══ Material shown

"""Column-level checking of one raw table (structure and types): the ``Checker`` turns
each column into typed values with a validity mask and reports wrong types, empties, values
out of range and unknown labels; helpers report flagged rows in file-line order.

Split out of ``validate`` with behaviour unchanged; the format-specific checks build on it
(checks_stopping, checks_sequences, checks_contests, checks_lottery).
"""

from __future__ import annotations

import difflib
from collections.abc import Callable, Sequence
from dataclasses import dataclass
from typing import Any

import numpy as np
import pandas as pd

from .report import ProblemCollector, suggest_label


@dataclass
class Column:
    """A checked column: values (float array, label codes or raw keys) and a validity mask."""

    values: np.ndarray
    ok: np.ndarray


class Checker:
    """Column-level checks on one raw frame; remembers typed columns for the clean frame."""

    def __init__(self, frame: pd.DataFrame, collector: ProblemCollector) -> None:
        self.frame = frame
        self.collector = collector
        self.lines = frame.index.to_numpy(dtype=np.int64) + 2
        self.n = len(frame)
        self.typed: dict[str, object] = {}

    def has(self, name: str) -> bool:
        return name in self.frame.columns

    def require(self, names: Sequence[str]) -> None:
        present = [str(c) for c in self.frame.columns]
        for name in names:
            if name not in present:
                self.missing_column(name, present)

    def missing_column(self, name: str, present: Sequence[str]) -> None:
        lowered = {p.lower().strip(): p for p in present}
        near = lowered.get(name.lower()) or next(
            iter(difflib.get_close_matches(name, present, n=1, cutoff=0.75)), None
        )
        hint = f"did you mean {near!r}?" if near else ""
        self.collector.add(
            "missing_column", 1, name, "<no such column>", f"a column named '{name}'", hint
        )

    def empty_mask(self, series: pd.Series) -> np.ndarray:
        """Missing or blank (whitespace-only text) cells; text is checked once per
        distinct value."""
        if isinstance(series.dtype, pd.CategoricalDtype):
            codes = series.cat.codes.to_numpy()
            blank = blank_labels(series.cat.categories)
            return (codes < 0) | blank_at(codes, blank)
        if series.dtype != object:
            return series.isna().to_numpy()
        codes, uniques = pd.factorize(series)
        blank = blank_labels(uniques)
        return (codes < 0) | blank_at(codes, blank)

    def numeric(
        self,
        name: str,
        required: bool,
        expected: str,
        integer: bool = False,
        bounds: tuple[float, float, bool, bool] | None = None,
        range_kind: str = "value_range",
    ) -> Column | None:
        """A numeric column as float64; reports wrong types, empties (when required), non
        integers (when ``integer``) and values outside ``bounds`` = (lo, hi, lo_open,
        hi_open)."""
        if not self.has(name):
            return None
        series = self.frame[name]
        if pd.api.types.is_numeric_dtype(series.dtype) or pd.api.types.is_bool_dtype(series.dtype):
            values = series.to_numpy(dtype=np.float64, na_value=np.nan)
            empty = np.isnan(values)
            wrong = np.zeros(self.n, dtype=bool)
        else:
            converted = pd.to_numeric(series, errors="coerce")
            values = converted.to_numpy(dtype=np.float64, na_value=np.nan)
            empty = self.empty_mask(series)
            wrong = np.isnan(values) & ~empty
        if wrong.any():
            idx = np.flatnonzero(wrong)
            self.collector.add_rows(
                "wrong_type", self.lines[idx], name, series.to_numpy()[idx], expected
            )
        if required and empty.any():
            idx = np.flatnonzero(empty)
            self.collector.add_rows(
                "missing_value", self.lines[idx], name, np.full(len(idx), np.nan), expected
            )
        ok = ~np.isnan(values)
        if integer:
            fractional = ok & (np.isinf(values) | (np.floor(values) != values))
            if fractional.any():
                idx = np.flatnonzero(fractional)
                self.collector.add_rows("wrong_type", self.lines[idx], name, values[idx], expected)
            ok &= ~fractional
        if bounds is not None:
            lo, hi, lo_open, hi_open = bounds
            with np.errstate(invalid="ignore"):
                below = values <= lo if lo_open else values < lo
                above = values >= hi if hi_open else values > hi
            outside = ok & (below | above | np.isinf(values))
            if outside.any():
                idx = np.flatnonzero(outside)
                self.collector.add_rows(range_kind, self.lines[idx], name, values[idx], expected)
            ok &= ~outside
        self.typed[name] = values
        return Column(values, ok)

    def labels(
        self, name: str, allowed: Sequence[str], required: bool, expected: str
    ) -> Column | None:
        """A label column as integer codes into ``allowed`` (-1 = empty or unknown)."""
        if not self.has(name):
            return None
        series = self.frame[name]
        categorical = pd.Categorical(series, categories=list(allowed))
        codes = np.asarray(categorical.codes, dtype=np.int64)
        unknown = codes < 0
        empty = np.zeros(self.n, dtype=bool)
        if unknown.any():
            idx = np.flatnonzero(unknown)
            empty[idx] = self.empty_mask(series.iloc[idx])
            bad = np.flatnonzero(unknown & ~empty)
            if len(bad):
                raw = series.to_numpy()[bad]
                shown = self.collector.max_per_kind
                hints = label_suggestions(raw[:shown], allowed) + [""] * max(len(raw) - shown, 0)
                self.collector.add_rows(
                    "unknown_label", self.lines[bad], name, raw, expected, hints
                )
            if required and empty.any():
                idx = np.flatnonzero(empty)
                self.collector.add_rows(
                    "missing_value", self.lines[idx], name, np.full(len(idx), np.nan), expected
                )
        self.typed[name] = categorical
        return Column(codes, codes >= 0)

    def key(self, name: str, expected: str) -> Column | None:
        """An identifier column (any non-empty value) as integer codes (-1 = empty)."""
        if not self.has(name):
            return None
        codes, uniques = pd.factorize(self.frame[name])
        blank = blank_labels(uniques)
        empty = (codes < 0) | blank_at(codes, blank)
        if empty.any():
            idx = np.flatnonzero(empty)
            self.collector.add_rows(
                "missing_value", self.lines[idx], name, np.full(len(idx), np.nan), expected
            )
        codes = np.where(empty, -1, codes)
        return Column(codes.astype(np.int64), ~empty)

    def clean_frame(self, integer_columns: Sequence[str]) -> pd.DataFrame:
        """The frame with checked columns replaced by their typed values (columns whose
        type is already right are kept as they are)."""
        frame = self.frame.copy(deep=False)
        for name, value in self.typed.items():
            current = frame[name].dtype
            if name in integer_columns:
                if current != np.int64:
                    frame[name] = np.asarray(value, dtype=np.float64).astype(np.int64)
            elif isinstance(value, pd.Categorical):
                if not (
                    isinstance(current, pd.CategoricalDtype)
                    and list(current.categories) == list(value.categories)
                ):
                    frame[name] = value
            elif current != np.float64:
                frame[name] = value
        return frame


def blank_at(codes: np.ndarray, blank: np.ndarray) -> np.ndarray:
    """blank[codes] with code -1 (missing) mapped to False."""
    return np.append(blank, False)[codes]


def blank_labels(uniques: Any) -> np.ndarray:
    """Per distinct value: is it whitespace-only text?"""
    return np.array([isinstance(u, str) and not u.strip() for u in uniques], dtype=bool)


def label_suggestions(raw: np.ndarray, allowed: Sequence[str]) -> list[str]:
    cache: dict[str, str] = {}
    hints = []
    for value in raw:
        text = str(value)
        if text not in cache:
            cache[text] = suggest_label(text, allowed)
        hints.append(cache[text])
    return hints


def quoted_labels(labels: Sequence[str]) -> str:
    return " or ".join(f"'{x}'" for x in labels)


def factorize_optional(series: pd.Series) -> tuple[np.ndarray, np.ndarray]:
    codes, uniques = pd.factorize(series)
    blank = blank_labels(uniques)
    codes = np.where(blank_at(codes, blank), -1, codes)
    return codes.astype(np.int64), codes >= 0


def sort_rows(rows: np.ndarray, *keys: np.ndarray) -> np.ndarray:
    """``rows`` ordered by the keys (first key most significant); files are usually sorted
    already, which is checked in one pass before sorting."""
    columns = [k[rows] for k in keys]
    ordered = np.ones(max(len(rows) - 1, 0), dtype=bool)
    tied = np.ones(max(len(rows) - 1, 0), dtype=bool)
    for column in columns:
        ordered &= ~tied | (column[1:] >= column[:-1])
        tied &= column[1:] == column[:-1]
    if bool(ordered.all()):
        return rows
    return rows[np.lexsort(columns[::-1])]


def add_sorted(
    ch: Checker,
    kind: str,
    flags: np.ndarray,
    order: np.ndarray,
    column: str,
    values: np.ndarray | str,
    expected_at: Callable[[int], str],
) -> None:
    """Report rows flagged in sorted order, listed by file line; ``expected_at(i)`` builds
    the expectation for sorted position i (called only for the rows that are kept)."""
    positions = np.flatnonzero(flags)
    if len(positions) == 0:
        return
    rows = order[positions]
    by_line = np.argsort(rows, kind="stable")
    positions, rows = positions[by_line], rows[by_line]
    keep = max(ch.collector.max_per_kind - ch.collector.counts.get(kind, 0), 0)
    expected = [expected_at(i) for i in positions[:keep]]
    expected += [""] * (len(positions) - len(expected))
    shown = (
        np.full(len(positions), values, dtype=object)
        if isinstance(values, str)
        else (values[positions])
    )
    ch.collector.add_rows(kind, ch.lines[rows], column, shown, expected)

════
══ Material shown

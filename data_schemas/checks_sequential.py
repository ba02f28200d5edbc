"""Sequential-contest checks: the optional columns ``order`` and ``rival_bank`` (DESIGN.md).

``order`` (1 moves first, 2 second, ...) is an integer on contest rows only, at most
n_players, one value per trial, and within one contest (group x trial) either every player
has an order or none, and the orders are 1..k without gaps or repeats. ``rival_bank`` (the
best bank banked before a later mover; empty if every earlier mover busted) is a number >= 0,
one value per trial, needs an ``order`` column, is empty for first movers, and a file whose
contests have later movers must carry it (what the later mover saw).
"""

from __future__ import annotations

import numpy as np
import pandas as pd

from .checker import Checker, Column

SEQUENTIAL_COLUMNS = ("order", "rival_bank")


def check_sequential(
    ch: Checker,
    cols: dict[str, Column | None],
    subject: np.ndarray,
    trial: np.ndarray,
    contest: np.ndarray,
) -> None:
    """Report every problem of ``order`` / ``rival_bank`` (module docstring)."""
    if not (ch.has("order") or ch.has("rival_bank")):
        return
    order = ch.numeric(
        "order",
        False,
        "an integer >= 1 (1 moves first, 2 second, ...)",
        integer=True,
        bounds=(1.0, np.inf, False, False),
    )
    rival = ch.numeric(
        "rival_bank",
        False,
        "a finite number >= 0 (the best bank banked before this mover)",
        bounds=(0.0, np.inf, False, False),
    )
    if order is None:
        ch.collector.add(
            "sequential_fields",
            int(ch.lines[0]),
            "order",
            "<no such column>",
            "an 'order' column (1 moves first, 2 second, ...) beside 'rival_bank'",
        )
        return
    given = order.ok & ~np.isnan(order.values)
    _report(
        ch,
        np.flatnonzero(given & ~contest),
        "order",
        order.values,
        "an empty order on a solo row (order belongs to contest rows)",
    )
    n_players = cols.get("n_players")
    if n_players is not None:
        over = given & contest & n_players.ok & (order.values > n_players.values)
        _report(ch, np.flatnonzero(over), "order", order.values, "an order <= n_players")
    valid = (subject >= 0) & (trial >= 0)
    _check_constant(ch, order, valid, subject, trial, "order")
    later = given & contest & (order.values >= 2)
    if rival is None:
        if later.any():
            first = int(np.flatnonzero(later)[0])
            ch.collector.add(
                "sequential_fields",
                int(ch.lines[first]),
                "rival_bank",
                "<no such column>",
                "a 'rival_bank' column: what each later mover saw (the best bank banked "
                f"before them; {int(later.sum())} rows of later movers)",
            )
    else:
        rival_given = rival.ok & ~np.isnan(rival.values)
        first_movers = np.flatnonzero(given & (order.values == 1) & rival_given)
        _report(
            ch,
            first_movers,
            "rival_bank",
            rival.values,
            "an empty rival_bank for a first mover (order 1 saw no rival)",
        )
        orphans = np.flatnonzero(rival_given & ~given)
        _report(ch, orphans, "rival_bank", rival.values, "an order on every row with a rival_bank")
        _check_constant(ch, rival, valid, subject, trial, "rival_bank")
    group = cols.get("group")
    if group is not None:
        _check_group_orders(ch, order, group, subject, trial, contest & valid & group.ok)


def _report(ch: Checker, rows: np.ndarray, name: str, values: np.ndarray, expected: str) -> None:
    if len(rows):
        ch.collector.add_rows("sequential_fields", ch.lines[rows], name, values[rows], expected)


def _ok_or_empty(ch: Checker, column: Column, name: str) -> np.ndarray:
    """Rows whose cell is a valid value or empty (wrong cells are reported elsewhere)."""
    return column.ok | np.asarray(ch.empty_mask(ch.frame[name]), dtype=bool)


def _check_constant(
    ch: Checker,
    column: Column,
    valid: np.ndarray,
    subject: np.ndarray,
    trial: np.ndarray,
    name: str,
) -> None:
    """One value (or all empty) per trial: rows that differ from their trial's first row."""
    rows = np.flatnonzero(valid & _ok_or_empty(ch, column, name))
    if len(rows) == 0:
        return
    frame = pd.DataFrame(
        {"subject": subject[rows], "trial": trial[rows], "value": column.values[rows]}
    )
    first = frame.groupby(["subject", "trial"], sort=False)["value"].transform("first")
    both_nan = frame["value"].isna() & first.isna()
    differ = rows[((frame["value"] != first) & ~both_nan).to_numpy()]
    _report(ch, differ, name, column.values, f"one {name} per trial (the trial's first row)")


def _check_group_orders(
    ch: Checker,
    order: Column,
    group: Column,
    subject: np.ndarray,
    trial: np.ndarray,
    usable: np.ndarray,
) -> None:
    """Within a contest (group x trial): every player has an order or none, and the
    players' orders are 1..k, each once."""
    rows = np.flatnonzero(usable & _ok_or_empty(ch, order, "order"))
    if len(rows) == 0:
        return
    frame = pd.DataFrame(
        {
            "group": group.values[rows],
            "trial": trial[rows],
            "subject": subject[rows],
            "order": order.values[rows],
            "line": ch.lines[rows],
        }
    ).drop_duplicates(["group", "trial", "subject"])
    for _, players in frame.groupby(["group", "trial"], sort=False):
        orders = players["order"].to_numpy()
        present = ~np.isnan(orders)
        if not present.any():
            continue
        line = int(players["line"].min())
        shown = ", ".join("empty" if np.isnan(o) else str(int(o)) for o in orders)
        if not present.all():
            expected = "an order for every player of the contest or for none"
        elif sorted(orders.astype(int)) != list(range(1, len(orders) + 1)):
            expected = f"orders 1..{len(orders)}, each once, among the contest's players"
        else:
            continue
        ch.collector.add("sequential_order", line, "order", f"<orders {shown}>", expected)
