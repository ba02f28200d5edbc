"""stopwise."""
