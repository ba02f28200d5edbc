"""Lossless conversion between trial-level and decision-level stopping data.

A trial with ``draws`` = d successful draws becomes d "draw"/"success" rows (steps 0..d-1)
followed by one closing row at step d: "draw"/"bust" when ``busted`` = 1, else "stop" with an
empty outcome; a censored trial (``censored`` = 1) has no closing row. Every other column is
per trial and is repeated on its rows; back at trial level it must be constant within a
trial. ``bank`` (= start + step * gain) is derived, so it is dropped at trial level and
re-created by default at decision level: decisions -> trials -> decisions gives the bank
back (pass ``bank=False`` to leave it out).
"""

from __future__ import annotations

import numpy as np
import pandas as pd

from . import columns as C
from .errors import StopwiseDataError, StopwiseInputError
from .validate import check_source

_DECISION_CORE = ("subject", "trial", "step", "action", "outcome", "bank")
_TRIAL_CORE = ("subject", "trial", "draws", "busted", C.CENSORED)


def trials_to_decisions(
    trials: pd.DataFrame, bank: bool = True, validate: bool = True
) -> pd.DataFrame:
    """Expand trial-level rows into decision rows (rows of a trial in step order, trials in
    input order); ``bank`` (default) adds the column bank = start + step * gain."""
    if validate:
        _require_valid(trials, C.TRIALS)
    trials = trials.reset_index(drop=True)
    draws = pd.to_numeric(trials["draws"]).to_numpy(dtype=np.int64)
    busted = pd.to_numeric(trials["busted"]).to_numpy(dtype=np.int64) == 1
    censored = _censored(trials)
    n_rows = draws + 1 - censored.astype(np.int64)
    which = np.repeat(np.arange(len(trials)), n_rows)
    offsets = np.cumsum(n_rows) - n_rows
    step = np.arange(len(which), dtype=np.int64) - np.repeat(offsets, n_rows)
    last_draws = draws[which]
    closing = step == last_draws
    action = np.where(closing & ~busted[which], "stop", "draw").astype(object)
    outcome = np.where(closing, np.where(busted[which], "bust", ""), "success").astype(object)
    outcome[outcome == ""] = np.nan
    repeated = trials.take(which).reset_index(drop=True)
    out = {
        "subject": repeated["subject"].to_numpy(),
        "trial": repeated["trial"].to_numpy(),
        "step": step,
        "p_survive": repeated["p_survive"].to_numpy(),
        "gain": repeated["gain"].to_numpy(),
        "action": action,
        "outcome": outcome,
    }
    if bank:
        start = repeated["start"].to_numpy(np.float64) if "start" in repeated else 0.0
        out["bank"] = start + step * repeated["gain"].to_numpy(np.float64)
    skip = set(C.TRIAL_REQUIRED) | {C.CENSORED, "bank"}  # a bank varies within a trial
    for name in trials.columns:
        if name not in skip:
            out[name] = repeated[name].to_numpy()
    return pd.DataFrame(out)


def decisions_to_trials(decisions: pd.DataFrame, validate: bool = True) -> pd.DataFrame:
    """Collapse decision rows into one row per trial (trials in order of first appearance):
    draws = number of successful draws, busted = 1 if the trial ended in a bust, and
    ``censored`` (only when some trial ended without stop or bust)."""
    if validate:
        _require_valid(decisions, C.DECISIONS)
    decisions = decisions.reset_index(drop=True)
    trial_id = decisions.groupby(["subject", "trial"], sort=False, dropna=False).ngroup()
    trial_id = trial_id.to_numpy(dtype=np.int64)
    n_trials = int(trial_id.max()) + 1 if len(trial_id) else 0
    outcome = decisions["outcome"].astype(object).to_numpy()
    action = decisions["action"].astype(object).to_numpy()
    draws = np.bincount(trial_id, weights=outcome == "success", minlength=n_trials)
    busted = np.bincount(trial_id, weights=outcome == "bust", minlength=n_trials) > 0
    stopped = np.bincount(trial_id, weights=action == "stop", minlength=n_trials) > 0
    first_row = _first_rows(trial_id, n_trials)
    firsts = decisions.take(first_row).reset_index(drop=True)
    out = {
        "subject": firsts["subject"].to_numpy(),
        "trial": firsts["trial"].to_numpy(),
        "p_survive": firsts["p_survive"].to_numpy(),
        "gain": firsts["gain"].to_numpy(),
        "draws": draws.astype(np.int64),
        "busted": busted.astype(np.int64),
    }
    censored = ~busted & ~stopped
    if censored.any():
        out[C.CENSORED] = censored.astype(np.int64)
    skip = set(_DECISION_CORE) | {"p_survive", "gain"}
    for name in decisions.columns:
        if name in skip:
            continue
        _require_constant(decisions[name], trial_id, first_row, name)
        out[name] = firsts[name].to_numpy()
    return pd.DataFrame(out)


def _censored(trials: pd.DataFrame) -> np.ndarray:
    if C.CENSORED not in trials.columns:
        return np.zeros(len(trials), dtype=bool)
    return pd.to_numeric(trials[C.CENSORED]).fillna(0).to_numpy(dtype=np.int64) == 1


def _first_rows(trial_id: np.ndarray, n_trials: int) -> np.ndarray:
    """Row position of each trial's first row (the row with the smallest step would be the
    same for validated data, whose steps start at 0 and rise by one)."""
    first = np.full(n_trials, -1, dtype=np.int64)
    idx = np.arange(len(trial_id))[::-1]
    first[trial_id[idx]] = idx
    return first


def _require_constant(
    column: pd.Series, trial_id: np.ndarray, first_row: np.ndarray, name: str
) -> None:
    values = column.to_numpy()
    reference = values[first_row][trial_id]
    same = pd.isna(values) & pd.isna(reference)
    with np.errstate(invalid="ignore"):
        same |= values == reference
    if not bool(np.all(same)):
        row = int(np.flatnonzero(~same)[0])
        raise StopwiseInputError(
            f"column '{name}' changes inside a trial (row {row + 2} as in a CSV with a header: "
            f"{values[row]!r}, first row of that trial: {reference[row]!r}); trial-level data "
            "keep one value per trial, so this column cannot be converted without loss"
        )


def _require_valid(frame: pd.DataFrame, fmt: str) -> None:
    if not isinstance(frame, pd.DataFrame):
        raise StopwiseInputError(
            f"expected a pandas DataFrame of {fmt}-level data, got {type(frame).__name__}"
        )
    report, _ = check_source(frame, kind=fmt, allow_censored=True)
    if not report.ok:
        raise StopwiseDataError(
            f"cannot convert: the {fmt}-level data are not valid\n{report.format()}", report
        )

════
══ Material shown

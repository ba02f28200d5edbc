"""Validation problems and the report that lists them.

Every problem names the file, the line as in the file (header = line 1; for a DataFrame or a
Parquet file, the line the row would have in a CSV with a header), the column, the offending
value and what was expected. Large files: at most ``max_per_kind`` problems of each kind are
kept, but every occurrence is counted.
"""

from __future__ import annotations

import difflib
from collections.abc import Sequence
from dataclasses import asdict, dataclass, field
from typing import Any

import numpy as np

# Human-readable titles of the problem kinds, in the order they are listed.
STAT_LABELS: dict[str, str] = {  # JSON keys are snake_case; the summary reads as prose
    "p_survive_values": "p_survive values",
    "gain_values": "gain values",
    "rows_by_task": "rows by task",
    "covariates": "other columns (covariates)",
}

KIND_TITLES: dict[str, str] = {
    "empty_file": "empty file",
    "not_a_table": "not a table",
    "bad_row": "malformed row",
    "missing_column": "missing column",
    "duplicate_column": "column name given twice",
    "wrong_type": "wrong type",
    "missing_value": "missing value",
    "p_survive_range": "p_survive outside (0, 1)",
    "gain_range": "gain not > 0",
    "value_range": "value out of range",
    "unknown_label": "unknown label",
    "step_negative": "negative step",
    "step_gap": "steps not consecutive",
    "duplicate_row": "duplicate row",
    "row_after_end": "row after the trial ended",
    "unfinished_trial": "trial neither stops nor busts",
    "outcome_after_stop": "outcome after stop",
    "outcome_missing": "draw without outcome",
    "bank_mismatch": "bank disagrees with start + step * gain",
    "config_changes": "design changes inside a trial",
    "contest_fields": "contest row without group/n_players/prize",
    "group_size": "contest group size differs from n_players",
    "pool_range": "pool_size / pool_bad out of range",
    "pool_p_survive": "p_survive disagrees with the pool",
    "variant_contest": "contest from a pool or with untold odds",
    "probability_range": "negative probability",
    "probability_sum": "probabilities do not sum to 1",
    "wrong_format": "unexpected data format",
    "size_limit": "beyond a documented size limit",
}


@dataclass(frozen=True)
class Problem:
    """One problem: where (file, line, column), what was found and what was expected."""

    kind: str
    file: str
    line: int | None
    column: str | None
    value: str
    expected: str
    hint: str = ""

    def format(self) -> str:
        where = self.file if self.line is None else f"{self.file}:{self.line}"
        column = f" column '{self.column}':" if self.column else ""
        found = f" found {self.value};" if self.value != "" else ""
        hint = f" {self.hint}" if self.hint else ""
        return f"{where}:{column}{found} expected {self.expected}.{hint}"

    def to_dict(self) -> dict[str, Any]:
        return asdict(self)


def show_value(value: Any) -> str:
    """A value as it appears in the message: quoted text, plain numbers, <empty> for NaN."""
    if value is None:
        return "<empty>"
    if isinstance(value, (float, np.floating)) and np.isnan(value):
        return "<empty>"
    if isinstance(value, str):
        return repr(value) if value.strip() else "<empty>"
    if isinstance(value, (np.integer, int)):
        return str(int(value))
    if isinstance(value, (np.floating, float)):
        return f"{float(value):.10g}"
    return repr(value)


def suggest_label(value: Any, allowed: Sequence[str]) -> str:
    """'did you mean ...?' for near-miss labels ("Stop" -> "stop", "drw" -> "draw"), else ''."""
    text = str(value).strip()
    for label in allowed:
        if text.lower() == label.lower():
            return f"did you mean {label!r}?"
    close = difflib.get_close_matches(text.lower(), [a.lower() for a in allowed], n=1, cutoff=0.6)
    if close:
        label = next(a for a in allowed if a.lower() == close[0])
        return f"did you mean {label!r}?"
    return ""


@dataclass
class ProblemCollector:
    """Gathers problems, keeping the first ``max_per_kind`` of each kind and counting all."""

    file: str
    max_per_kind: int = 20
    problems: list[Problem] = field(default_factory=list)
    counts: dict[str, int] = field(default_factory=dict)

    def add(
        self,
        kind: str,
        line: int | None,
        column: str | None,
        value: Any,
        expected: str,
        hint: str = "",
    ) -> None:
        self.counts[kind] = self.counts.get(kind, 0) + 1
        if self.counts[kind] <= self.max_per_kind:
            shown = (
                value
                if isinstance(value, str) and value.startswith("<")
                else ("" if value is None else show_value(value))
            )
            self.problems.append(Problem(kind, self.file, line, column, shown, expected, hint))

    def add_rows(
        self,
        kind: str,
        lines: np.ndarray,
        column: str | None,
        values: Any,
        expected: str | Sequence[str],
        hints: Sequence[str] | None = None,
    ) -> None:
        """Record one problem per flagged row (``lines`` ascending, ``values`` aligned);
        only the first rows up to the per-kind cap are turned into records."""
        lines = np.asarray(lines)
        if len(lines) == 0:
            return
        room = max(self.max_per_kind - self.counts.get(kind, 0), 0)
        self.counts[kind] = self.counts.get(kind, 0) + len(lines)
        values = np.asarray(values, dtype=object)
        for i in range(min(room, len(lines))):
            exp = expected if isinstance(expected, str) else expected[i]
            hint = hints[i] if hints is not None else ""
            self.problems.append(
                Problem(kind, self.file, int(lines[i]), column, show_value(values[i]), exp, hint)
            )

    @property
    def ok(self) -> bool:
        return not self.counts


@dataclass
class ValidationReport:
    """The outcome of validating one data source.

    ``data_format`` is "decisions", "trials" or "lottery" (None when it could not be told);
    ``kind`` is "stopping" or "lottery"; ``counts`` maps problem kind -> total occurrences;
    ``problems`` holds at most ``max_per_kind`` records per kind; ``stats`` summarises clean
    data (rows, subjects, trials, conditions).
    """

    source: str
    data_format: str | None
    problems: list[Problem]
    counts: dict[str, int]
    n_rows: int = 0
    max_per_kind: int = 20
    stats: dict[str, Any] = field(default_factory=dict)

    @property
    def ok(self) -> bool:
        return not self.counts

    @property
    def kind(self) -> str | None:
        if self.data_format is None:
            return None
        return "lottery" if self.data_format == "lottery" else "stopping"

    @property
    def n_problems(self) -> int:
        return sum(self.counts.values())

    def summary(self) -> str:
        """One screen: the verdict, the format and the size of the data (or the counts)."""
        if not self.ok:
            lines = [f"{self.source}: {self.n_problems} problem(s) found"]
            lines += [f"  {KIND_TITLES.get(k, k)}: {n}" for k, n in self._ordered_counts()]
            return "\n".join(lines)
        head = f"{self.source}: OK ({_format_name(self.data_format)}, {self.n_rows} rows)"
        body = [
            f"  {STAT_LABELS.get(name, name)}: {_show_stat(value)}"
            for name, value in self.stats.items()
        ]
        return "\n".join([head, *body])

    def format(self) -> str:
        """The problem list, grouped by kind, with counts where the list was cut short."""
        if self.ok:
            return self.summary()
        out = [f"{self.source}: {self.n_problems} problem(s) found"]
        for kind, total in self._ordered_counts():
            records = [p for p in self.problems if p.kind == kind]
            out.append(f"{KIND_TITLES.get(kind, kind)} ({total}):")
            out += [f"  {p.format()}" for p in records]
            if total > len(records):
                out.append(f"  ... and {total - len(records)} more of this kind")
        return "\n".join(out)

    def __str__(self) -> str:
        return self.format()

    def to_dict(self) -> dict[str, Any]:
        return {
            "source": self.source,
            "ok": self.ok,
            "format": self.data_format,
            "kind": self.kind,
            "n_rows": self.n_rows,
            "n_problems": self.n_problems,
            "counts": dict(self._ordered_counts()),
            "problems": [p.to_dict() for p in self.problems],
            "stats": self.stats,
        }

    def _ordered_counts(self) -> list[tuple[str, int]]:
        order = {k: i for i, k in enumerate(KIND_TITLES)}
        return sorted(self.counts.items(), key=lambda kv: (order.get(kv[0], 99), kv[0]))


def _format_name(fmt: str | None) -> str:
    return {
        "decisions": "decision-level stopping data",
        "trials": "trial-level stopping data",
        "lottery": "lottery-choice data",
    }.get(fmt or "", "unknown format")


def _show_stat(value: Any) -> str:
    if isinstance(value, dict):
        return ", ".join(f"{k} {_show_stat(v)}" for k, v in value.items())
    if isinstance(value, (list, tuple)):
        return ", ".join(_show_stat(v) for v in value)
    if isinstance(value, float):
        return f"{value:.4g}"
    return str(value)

════

▶ Problem to work on: Pull each line containing the word "isinf" out of the data above.

▶ Expected output:
            fractional = ok & (np.isinf(values) | (np.floor(values) != values))
            outside = ok & (below | above | np.isinf(values))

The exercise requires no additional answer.